Try it:
Please work out the number of lines in the following material that include "spectra", and reply with only that number.

-------- Provided records

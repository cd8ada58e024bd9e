"""Phases page in headless Chromium against the real server (port 8087): the invented demo pair shows its
transitions; two uploaded Debye DOS chosen as phases give the transition of the closed-form Debye free energy
(Debye 1912, mpmath); the CSV download carries the provenance of both inputs (hashlib)."""

import hashlib
from pathlib import Path

import mpmath as mp
import numpy as np
import pytest
from scipy import constants as sc
from selenium.webdriver.common.action_chains import ActionChains
from selenium.webdriver.common.by import By
from selenium.webdriver.common.keys import Keys

from tests.browser.waits import until
from tests.phases.references import crossing, debye_free_energy
from tests.spectra import debye_table, dos_text
from thermo.io.readback import read_exported_csv
from thermo.phases import Phase, compare_phases
from thermo.quasiharmonic import read_manifest
from webapp.app import create_app
from webapp.demo import demo_file

from .test_dashboard import active_name, no_console_errors, upload, wait_drawn

pytestmark = pytest.mark.browser
PORT = 8087


def _cell(driver, row, column):
    found = driver.find_elements(By.CSS_SELECTOR, f'#ph-rows td[data-dash-row="{row}"][data-dash-column="{column}"]')
    return found[0].text.strip() if found else None


def text_of(driver, selector):
    found = driver.find_elements(By.CSS_SELECTOR, selector)
    return found[0].text if found else ""


def _sources(driver):
    """The 'from' column of the phase rows."""
    return [e.text.strip() for e in driver.find_elements(By.CSS_SELECTOR, '#ph-rows td[data-dash-column="label"]')]


def _toggle(driver, label, shown):
    """Click the chooser's option ``label`` and wait until the rows show (or no longer show) ``shown``."""
    wanted = shown not in _sources(driver)
    if not driver.find_elements(By.CSS_SELECTOR, ".dash-dropdown-options"):
        driver.find_element(By.CSS_SELECTOR, "#ph-choice").click()
    until(lambda: label in text_of(driver, ".dash-dropdown-options"), 20)
    option = next(o for o in driver.find_elements(By.CSS_SELECTOR, ".dash-dropdown-options .dash-dropdown-option")
                  if o.text.strip() == label)
    driver.execute_script("arguments[0].scrollIntoView({block: 'center'}); arguments[0].click();", option)
    until(lambda: (shown in _sources(driver)) == wanted)


def test_choose_two_phases_see_the_transition_and_download(dash_duo, tmp_path):
    dash_duo.start_server(create_app(), port=PORT)
    driver = dash_duo.driver
    driver.set_window_size(1280, 1200)
    driver.get(dash_duo.server_url + "/phases")
    # the invented demo pair: the page shows what the library gives for the same manifests
    demo = compare_phases([Phase("alpha", read_manifest(demo_file("volumes", "springium_volumes.csv"))),
                           Phase("beta", read_manifest(demo_file("phases", "springium_beta_volumes.csv")))],
                          np.arange(0.0, 1000.1, 10.0), pressures_gpa=[0.0, 1.0, 2.0], boundary=True)
    first = demo.transitions[0]
    until(lambda: f"{first['temperature_K']:.5g} ± {first['uncertainty_K']:.2g}" in text_of(driver, "#ph-transitions"))
    wait_drawn(driver, ["ph-delta-graph", "ph-boundary-graph"])
    # two Debye DOS uploaded as datasets, chosen as the phases instead of the demo pair
    paths = []
    for name, theta, atoms in (("hard.dat", 400.0, 1), ("soft.dat", 300.0, 2)):
        path = tmp_path / name
        path.write_text(dos_text(*debye_table(theta, atoms, 2001)))
        paths.append(path)
    driver.get(dash_duo.server_url + "/spectrum")
    upload(driver, *paths)
    until(lambda: active_name(driver) in ("hard.dat", "soft.dat") and "soft.dat" in text_of(driver, "#sp-list"))
    driver.find_element(By.CSS_SELECTOR, "a[href='/phases'].mh-nav-link").click()
    until(lambda: text_of(driver, "#ph-transitions"))
    for label, shown in (("dataset hard.dat (harmonic)", "dataset hard.dat"),
                         ("dataset soft.dat (harmonic)", "dataset soft.dat")) + tuple((label, label) for label in (
                             "springium α (invented demo, fcc, 11 volumes)",
                             "springium β (invented demo, simple cubic, 11 volumes)")):
        _toggle(driver, label, shown)
    ActionChains(driver).send_keys(Keys.ESCAPE).perform()
    assert _sources(driver) == ["dataset hard.dat", "dataset soft.dat"]
    # type beta's static energy: 6 kJ/mol per formula unit (2 atoms)
    driver.find_element(By.CSS_SELECTOR, "#ph-unit input[value='kJ/mol']").click()
    driver.find_element(By.CSS_SELECTOR, '#ph-rows td[data-dash-row="1"][data-dash-column="static"]').click()
    ActionChains(driver).send_keys("6").send_keys(Keys.ENTER).perform()
    with mp.workdps(30):
        truth = crossing(lambda t: debye_free_energy(300, t) + mp.mpf(3.0 * sc.kilo / (sc.N_A * sc.electron_volt)) - debye_free_energy(400, t),
                         300.0)
    until(lambda: f"{truth:.5g}" in text_of(driver, "#ph-transitions"))
    assert "hard" in text_of(driver, "#ph-transitions")
    # download the comparison (CSV) with its provenance
    dash_duo.find_element("#ph-download-btn").click()
    target = Path(dash_duo.download_path) / "phases-hard-soft.csv"
    until(lambda: target.exists() and target.stat().st_size > 0)
    table, meta = read_exported_csv(target)
    assert {i["sha256"] for i in meta["inputs"]} == {hashlib.sha256(p.read_bytes()).hexdigest() for p in paths}
    assert abs(meta["transitions"][0]["temperature_K"] - truth) < 0.5
    assert "stable_phase_decided" in table.columns
    no_console_errors(dash_duo)
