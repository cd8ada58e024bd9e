"""Headless Chromium against the real server: reading options apply to the next upload, and a
refused file is read again in place once the option its message names is set.

Test spectra are invented (a Debye ν² spectrum, normalised to 1 mode or without a unit).
"""

import numpy as np
import pytest
from dash.testing.wait import until
from selenium.webdriver.common.by import By
from selenium.webdriver.common.keys import Keys

from webapp.app import create_app

from .test_dashboard import active_name, no_console_errors, upload, wait_drawn

pytestmark = pytest.mark.browser
PORT = 8073
NU = np.linspace(0, 5, 201)
BARE = "\n".join(f"{a} {9 * a * a / 125}" for a in NU) + "\n"                       # no unit anywhere
ONE_MODE = "# frequency (THz) dos\n" + "\n".join(f"{a} {3 * a * a / 125}" for a in NU) + "\n"   # integrates to 1


@pytest.fixture
def duo(dash_duo):
    dash_duo.start_server(create_app(), port=PORT)
    dash_duo.driver.set_window_size(1280, 1000)
    dash_duo.driver.get(dash_duo.server_url + "/spectrum")
    wait_drawn(dash_duo.driver, ["sp-dos-graph"])
    return dash_duo


def _listed_atoms(driver, name):
    rows = driver.find_elements(By.CSS_SELECTOR, "#sp-list tr")
    cells = [r.find_elements(By.TAG_NAME, "td") for r in rows]
    return next((c[1].text for c in cells if c and c[0].text == name), None)


def test_atoms_typed_before_the_upload_are_used(duo, tmp_path):
    path = tmp_path / "one_mode.dat"
    path.write_text(ONE_MODE)
    box = duo.find_element("#sp-atoms")
    box.clear()
    box.send_keys("2" + Keys.ENTER)
    upload(duo.driver, path)
    until(lambda: active_name(duo.driver) == path.name, 20)
    until(lambda: _listed_atoms(duo.driver, path.name) == "2", 20)
    assert "integrates to 1 mode" not in duo.find_element("#sp-messages").text
    no_console_errors(duo)


def test_refused_file_is_read_again_with_the_named_option(duo, tmp_path):
    path = tmp_path / "bare.dat"
    path.write_text(BARE)
    upload(duo.driver, path)
    duo.wait_for_contains_text("#sp-messages", "choose the Frequency unit", timeout=20)
    retry = duo.find_element("#sp-retry-btn")
    until(lambda: retry.is_displayed(), 10)
    duo.select_dcc_dropdown("#sp-unit", value="THz")
    retry.click()
    until(lambda: active_name(duo.driver) == path.name, 20)
    duo.wait_for_contains_text("#sp-messages", "loaded bare.dat", timeout=20)
    until(lambda: not duo.find_element("#sp-retry-btn").is_displayed(), 10)
    no_console_errors(duo)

----------------

Solution:
2